На берегу тащат какие-то ящики. Ими завален весь берег. Под ногами путаются цепи, тросы. На ящиках и просто на земле раненые — молчаливые и угрюмые, прижавшиеся друг к другу.
Берег у реки плоский, песчаный. Дальше — высокий, почти вертикальный обрыв. И над всем красное, заваленное дымом небо. Стреляют совсем рядом, как будто за спиной. Становится прохладно, и я надеваю шинель.
Комбат — оказывается, его фамилия Клишенцов — кричит на кого-то, не так повернувшего пушку:
— Ну, чего ты ее лафетом вперед тычешь. Мозги, что ли, не варят, телячья голова…
Бойцы шлепают по воде с пулеметами, минометами, болтающимися на спине и груди минами. Собираются кучками на берегу. Конечно, закуривают. Клишенцов подбегает ко мне. Он совсем уже охрип.

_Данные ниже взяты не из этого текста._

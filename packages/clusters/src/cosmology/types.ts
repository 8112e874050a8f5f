/**
 * Cosmology parameters and the background-cosmology object. Densities are today's values in units
 * of the critical density; distances in Mpc; times in Gyr; masses in M☉ (IAU nominal).
 */

/** What defines a Friedmann–Lemaître–Robertson–Walker background. */
export interface CosmologyParams {
  /** Hubble constant, km s⁻¹ Mpc⁻¹. */
  H0KmSMpc: number;
  /** Non-relativistic matter today: cold dark matter + baryons (massive neutrinos are separate). */
  omegaM0: number;
  /** Dark energy today. Omit for a flat universe (then 1 − matter − radiation − neutrinos). */
  omegaDE0?: number;
  /** Baryons today (needed only by the mass function; default 0). */
  omegaB0?: number;
  /** Dark-energy equation of state w(a) = w0 + wa (1 − a) (Chevallier & Polarski 2001; Linder 2003). Defaults −1 and 0. */
  w0?: number;
  wa?: number;
  /** CMB temperature today in K; 0 (the default) means no radiation at all. */
  tcmb0K?: number;
  /** Effective number of neutrino species (default 3.046, Mangano et al. 2005, Nucl. Phys. B 729, 221). */
  nEff?: number;
  /** Masses of the massive neutrino species in eV (default none); each massive one replaces one massless species. */
  massiveNuEV?: readonly number[];
  /** Amplitude and tilt of the linear power spectrum, for the mass function (optional). */
  sigma8?: number;
  ns?: number;
  /** A short label for reports. */
  label?: string;
}

/** A background cosmology: parameters plus distance and density functions of redshift. */
export interface Cosmology {
  readonly label: string;
  /** H0 / (100 km s⁻¹ Mpc⁻¹). */
  readonly h: number;
  /** H0 / (70 km s⁻¹ Mpc⁻¹), the h70 of cluster papers. */
  readonly h70: number;
  readonly H0KmSMpc: number;
  readonly omegaM0: number;
  readonly omegaB0: number;
  readonly omegaDE0: number;
  readonly omegaK0: number;
  /** Photons + massless neutrinos today. */
  readonly omegaR0: number;
  /** Photons today. */
  readonly omegaGamma0: number;
  /** All neutrinos today (massless + massive), as astropy's Onu0. */
  readonly omegaNu0: number;
  readonly w0: number;
  readonly wa: number;
  /** CMB temperature today in K (0: no radiation). */
  readonly tcmb0K: number;
  /** CMB temperature when there is radiation (undefined otherwise); for the halo code. */
  readonly tcmbK?: number;
  readonly nEff: number;
  /** Masses of the massive neutrino species, eV. */
  readonly massiveNuEV: readonly number[];
  readonly sigma8?: number;
  readonly ns?: number;
  /** Hubble distance c/H0, Mpc. */
  readonly hubbleDistanceMpc: number;
  /** Hubble time 1/H0, Gyr. */
  readonly hubbleTimeGyr: number;
  /** E(z) = H(z)/H0. */
  efunc(z: number): number;
  /** H(z) in km s⁻¹ Mpc⁻¹. */
  hubbleKmSMpc(z: number): number;
  /** Line-of-sight comoving distance D_C = D_H ∫0^z dz'/E(z'), Mpc. */
  comovingDistanceMpc(z: number): number;
  /** Transverse comoving distance D_M (Hogg 1999, astro-ph/9905116, eq. 16), Mpc. */
  transverseComovingDistanceMpc(z: number): number;
  /** Angular-diameter distance D_A = D_M/(1+z), Mpc. */
  angularDiameterDistanceMpc(z: number): number;
  /** Angular-diameter distance of z2 seen from z1 < z2 (Hogg 1999, eq. 19, any curvature via D_M of the z1–z2 comoving distance), Mpc. */
  angularDiameterDistanceBetweenMpc(z1: number, z2: number): number;
  /** Luminosity distance D_L = (1+z) D_M, Mpc. */
  luminosityDistanceMpc(z: number): number;
  /** Lookback time t_H ∫0^z dz'/((1+z')E(z')), Gyr. */
  lookbackTimeGyr(z: number): number;
  /** Critical density 3H(z)²/(8πG), M☉ Mpc⁻³. */
  criticalDensityMsunPerMpc3(z: number): number;
  /** Ω_m(z) = Ω_m0 (1+z)³ / E(z)². */
  omegaMz(z: number): number;
  /** Comoving volume element dV_C/dz/dΩ = D_H D_M²/E(z) (Hogg 1999, eq. 28), Mpc³ sr⁻¹. */
  differentialComovingVolumeMpc3PerSr(z: number): number;
}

— Бери четвертую и пятую и двигай! А я пушки сгружу. И сразу за вами… Связного только пришлешь, чтоб зря не шататься. Сидорко такой у меня есть. Все найдет. Спросишь у Фарбера, командира пятой роты. — И, притянув к себе за борт шинели, шепчет в ухо: — Говорят, от той дивизии ничего не осталось. Постарайся наших разведчиков найти. Они где-то там… В бой без меня не впутывайся, — сует мне в руку фляжку. — На, подкрепись на дорогу.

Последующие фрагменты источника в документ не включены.